The data showed that for children aged seven:

• Parents’ help for their children’s schoolwork, reading to their children and going to libraries had a small positive effect, while musical and physical activities with children had no effect. Going to bed at a regular time was linked to better teachers’ assessment.
• At age seven, children who received daily help with maths from their parents had only a 1.8% increased chance of being assessed as ‘above average’ by their teachers.
• 39% of the children from the highest class families were rated above average in maths, compared with 21% of those whose parents were manual workers, the lowest of five classes used in the analysis. The relative difference was even greater for those in the ‘well above average’ class: 12% for children from the highest class and 4% for those from the lowest. The three intermediate classes showed results in-between the highest and lowest classes.
• The gap was slightly less when considering creative subjects such art and design, and music: 28% of the children from the highest class were rated above average, compared with 14% of those whose parents were manual workers.
• The figures were similar when comparing children with parents from the richest class and poorest class, and those with parents with degrees and those without qualifications. The data were also similar for children aged 11.
• When aged seven, children from the highest social class spent more time in libraries than those from the lowest class, and their parents read to them more often. But parents in the lowest class spent more time teaching their children maths, reading and writing. 
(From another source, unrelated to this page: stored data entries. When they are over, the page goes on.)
def assert_angles_hold(factors: Any, truth: Truth) -> None:
    """Each vector, or the subspace of each tie, is within its bound of the true one of the same indices."""
    certificate = factors.certificate
    bound, proved = np.asarray(certificate.angle_bound), np.asarray(certificate.index_proved)
    assert proved[np.isfinite(bound)].all(), f"angle bounds where the order is not proved: {bound[~proved]}"
    for i in np.flatnonzero(np.isfinite(bound)):
        first, last = int(certificate.tied_first[i]), int(certificate.tied_last[i])
        assert first <= i <= last < certificate.rank, f"component {i} is said to be tied with {first} … {last}"
        for stored, true in ((factors.left_vectors, truth.left), (factors.right_vectors, truth.right)):
            vectors = np.asarray(stored[:])
            outside = gap_of(truth.values, first, last, zero_outside=vectors.shape[0] > len(truth.values))
            # The reference itself is only known to slack/gap (Wedin); storing rounds a unit vector by half an ε.
            allowed = truth.slack / outside if outside > 0 else np.inf
            if allowed > 0.5:
                assert bound[i] >= np.pi / 2, f"components {first} … {last} are not determined, yet bounded: {bound[i]}"
                continue
            allowed += 4 * np.finfo(vectors.dtype).eps
            angle = largest_angle(vectors[:, first : last + 1].astype(true.dtype), true[:, first : last + 1])
            assert angle <= bound[i] + allowed, f"components {first} … {last}: angle {angle} > bound {bound[i]}"


def assert_missed_holds(factors: Any, values: np.ndarray, slack: float = 0.0) -> None:
    """The largest value that any subspace of the basis' width must leave outside is below the missed bound."""
    width, bound = factors.attributes["width"], factors.certificate.missed_bound
    assert width >= factors.certificate.rank
    outside = values[width] if width < len(values) else 0.0
    assert outside <= bound + slack, f"σ_{width + 1} = {outside} > missed bound {bound}"


# --------------------------------------------------------------------------------------------- checks on the factors
def samples_are_swept(factors: Any) -> bool:
    """Whether panels are ranges of samples: then A·V = U·Σ holds to rounding, else Aᴴ·U = V·Σ."""
    return bool(factors.attributes["plan"]["axis"] == factors.attributes["request"]["samples"])


def stored_epsilon(factors: Any) -> float:
    """ε of the stored vectors where it is coarser than double, else 0."""
    stored = max(float(np.finfo(part.dtype).eps) for part in (factors.left_vectors, factors.right_vectors))
    return stored if stored > EPS else 0.0


def working_epsilon(factors: Any) -> float:
    """ε of the coarsest arithmetic in the run: of the products, or of the stored vectors."""
    single = factors.attributes["precision"] == "single"
    return max(stored_epsilon(factors), float(np.finfo(np.float32).eps) if single else EPS)


def assert_factors_true(factors: Any, truth: Truth, *, share: float = 0.0) -> None:
    """All that every run must satisfy, whatever its matrix, route and axis; `share` of the variance was asked for."""
    certificate = factors.certificate
    kind = truth.left.dtype
    left, right = (np.asarray(part[:]).astype(kind) for part in (factors.left_vectors, factors.right_vectors))
    values = np.asarray(factors.singular_values[:])
    matrix, slack = truth.prepared, truth.slack
    k = len(values)
    assert left.shape == (matrix.shape[0], k)
    assert right.shape == (matrix.shape[1], k)
    np.testing.assert_array_equal(values, certificate.value)

    assert_intervals_hold(certificate, truth.values, slack)
    assert_angles_hold(factors, truth)
    assert_missed_holds(factors, truth.values, slack)

    # Higham & Mary, SIAM J. Sci. Comput. 41 (2019): |fl(xᵀy) − xᵀy| ≤ λ√N·u·|x|ᵀ|y| but for 2N·exp(−λ²/2); λ = 8.
    depth, size = 8 * np.sqrt(max(matrix.shape)), float(np.linalg.norm(matrix))
    relative, checking = depth * working_epsilon(factors), depth * EPS * truth.stored_norm
    rounding = relative * size + checking
    for side, defect in ((left, certificate.left_defect), (right, certificate.right_defect)):
        found = np.linalg.norm(side.conj().T @ side - np.eye(k))
        assert found <= relative * k, f"columns are not orthonormal: {found}"
        assert found <= defect + depth * EPS * k, f"stated defect {defect}, found {found}"
    # The product of the side that the panels hold whole is exact; what is left of the other is the residual.
    sides = [
        np.linalg.norm(matrix @ right - left * values, axis=0),
        np.linalg.norm(matrix.conj().T @ left - right * values, axis=0),
    ]
    product, residual = sides if samples_are_swept(factors) else reversed(sides)
    assert (product <= rounding).all(), f"the product A·B is not U·Σ to rounding: {product}"
    storing = stored_epsilon(factors) * truth.values[0]
    stated = np.asarray(certificate.residual) + checking + storing
    assert (residual <= stated).all(), f"residuals {residual} > stated {stated}"
    # ‖A − UΣVᴴ‖²_F = ‖A‖²_F − Σσ² where one product is exact and both sides are orthonormal (Pythagoras).
    captured = float((values**2).sum())
    remainder = np.linalg.norm(matrix - (left * values) @ right.conj().T) ** 2
    assert abs(remainder - (size**2 - captured)) <= 4 * rounding * (size + rounding)
    assert abs(certificate.total_energy - size**2) <= 2 * rounding * (size + rounding)
    if certificate.total_energy:
        assert abs(certificate.captured_share - captured / certificate.total_energy) <= 4 * k * EPS
    assert_signs_follow_the_rule(factors.right_vectors[:])

    words, unmet = certificate.state_words, [state == "open" for state in certificate.state_words]
    assert set(words) <= {"resolved", "open", "bulk"}
    width = np.asarray(certificate.upper) - np.asarray(certificate.lower)
    for i in range(k):
        if words[i] == "resolved" and not (certificate.null[i] or certificate.below_noise[i]):
            assert width[i] <= certificate.tolerance * values[i] * (1 + 4 * EPS), f"component {i} is not resolved"
    if not certificate.strict:
        reached = certificate.captured_share >= share
        assert certificate.tolerance_met == (reached and not any(unmet)), f"{certificate.verdict}: {words}"


def assert_signs_follow_the_rule(vectors: np.ndarray) -> None:
    """The entry of largest modulus (one of those that rounding cannot tell apart) is real and positive."""
    grain = 16 * np.finfo(vectors.dtype).eps
    for j, vector in enumerate(np.asarray(vectors).T):
        size = np.abs(vector)
        leading = vector[size >= size.max() * (1 - grain)]
        good = (leading.real > 0) & (np.abs(leading.imag) <= grain * size.max())
        assert good.any(), f"vector {j}: entries of largest modulus {leading}"
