"""Nominal rates: what costs are compared with. Data, so that a command makes the same choices on every machine."""

from __future__ import annotations

from collections.abc import Mapping
from dataclasses import dataclass


@dataclass(frozen=True)
class Rate:
    """How fast workers do one kind of work.

    Attributes
    ----------
    alone : float
        Work per second of one worker that has the machine to itself.
    crowding : float
        Each further worker slows every one by this share of its time: 0 for work inside the processor, 1 where only one
        worker at a time gets on.
    """

    alone: float
    crowding: float = 0.0

    def seconds(self, work: float, workers: int = 1) -> float:
        """Worker-seconds that so much work takes when so many workers share it."""
        return work / self.alone * (1 + self.crowding * (workers - 1))


@dataclass(frozen=True)
class Rates:
    """All rates, by the names of storage classes, codecs and working precisions.

    Attributes
    ----------
    fetch : mapping of str to Rate
        Decoded bytes, by storage class, with nothing to be decoded.
    decode : mapping of str to Rate
        Decoded bytes, by codec, beyond that. ``library`` also stands for codecs that are not listed.
    chunk : Rate
        Chunks found and taken apart.
    ledger : Rate
        Bytes summed up to notice a file that changes.
    convert, energy, sums : mapping of str to Rate
        Entries converted and centred; squared and summed; summed by column. By working precision.
    statistics, learn : Rate
        Entries of lines that are features; entries of columns whose scale is learnt.
    products : mapping of str to Rate
        Floating-point operations of A·B and AᴴY, by working precision.
    per_entry : mapping of str to Rate
        Entries that products pass once, however few columns there are.
    accumulate : Rate
        Entries of AᴴY added to their sums in double.
    gram, fold, qr : Rate
        Floating-point operations of AᴴA, of folds by products, of Householder QR.
    eigen, svd : Rate
        n³ of the eigenvalues and vectors of a Hermitian matrix; of a singular value decomposition.
    basis : Rate
        Floating-point operations on the basis between sweeps.
    scratch_write, scratch_read : Rate
        Bytes of Y.
    store : Rate
        Bytes of the result written, checked and read back.
    start_seconds, sweep_seconds, slice_seconds, store_seconds : float
        What begins every run; every pass over the panels; every slice; every result.
    """

    fetch: Mapping[str, Rate]
    decode: Mapping[str, Rate]
    chunk: Rate
    ledger: Rate
    convert: Mapping[str, Rate]
    energy: Mapping[str, Rate]
    sums: Mapping[str, Rate]
    statistics: Rate
    learn: Rate
    products: Mapping[str, Rate]
    per_entry: Mapping[str, Rate]
    accumulate: Rate
    gram: Rate
    fold: Rate
    qr: Rate
    eigen: Rate
    svd: Rate
    basis: Rate
    scratch_write: Rate
    scratch_read: Rate
    store: Rate
    start_seconds: float
    sweep_seconds: float
    slice_seconds: float
    store_seconds: float


# Calibrated by bench/calibrate.py on two cores of 2.6 GHz with AVX-512, file in the page cache.
NOMINAL = Rates(
    fetch={
        "memory": Rate(8.0e9, 0.3),
        "npy": Rate(4.0e9, 0.3),
        "plain": Rate(4.0e9, 0.3),
        "compressed": Rate(4.0e9, 0.3),
        "zarr": Rate(4.0e9, 0.3),
        "graph": Rate(0.5e9, 1.0),
    },
    decode={
        "gzip": Rate(0.35e9),
        "zlib": Rate(0.35e9),
        "shuffle": Rate(5e9),
        "fletcher32": Rate(2e9),
        "crc32c": Rate(5e9),
        "lzf": Rate(0.5e9),
        "szip": Rate(0.15e9),
        "lz4": Rate(2e9),
        "zstd": Rate(1.5e9),
        "bitshuffle": Rate(1e9),
        "blosc": Rate(2e9),
        "blosc2": Rate(2e9),
        "library": Rate(0.2e9, 1.0),
    },
    chunk=Rate(30_000),
    ledger=Rate(15e9, 0.2),
    convert={"single": Rate(1.5e9), "double": Rate(1.2e9)},
    energy={"single": Rate(1.5e9), "double": Rate(1.5e9)},
    sums={"single": Rate(3e9), "double": Rate(3e9)},
    statistics=Rate(0.4e9),
    learn=Rate(0.4e9),
    products={"single": Rate(106e9), "double": Rate(55e9)},
    per_entry={"single": Rate(5e9), "double": Rate(2.2e9)},
    accumulate=Rate(1.2e9, 0.2),
    gram=Rate(50e9),
    fold=Rate(25e9),
    qr=Rate(15e9),
    eigen=Rate(2e9),
    svd=Rate(0.8e9),
    basis=Rate(40e9),
    scratch_write=Rate(2e9),
    scratch_read=Rate(2e9),
    store=Rate(0.2e9),
    start_seconds=0.3,
    sweep_seconds=0.01,
    slice_seconds=0.06,
    store_seconds=0.06,
)

# A complex multiplication and addition are four of each.
COMPLEX_FACTOR = 4.0

# Resident size of the interpreter with every library loaded and its thread stacks, bytes. Measured by
# tests/flow/test_promises.py, which fails when it no longer covers what an empty run needs.
BASE_BYTES = 136 * 2**20
# Packing buffers that BLAS keeps for every thread that multiplies, bytes.
BLAS_BYTES = 12 * 2**20

# Share of the matrix that the exact check on slices reads, for the estimate of bytes.
NOMINAL_SHARE_OF_SLICES = 0.01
Ms. Ding, who conducted this research as part of her PhD studies under the supervision of Professor Yaojun Li and Professor Andrew Miles, adjusted the data to compare people of the same gender, ethnicity and other factors in order to isolate the effects of parents’ class, income and education. She found that the effects of parents’ class, wealth and education far outweighed those of time parents spent with their children.

She also looked at whether the teachers’ assessment matched the maths scores students achieved in tests at age seven and 11, and found they were accurate. 

• The study used the five categories of NS-SEC based on SOC2000 to measure social class, which are widely recognised: higher managerial/professional; intermediate; small employers/own account (self-employed); lower supervisory/technical; and semi-routine/routine occupations.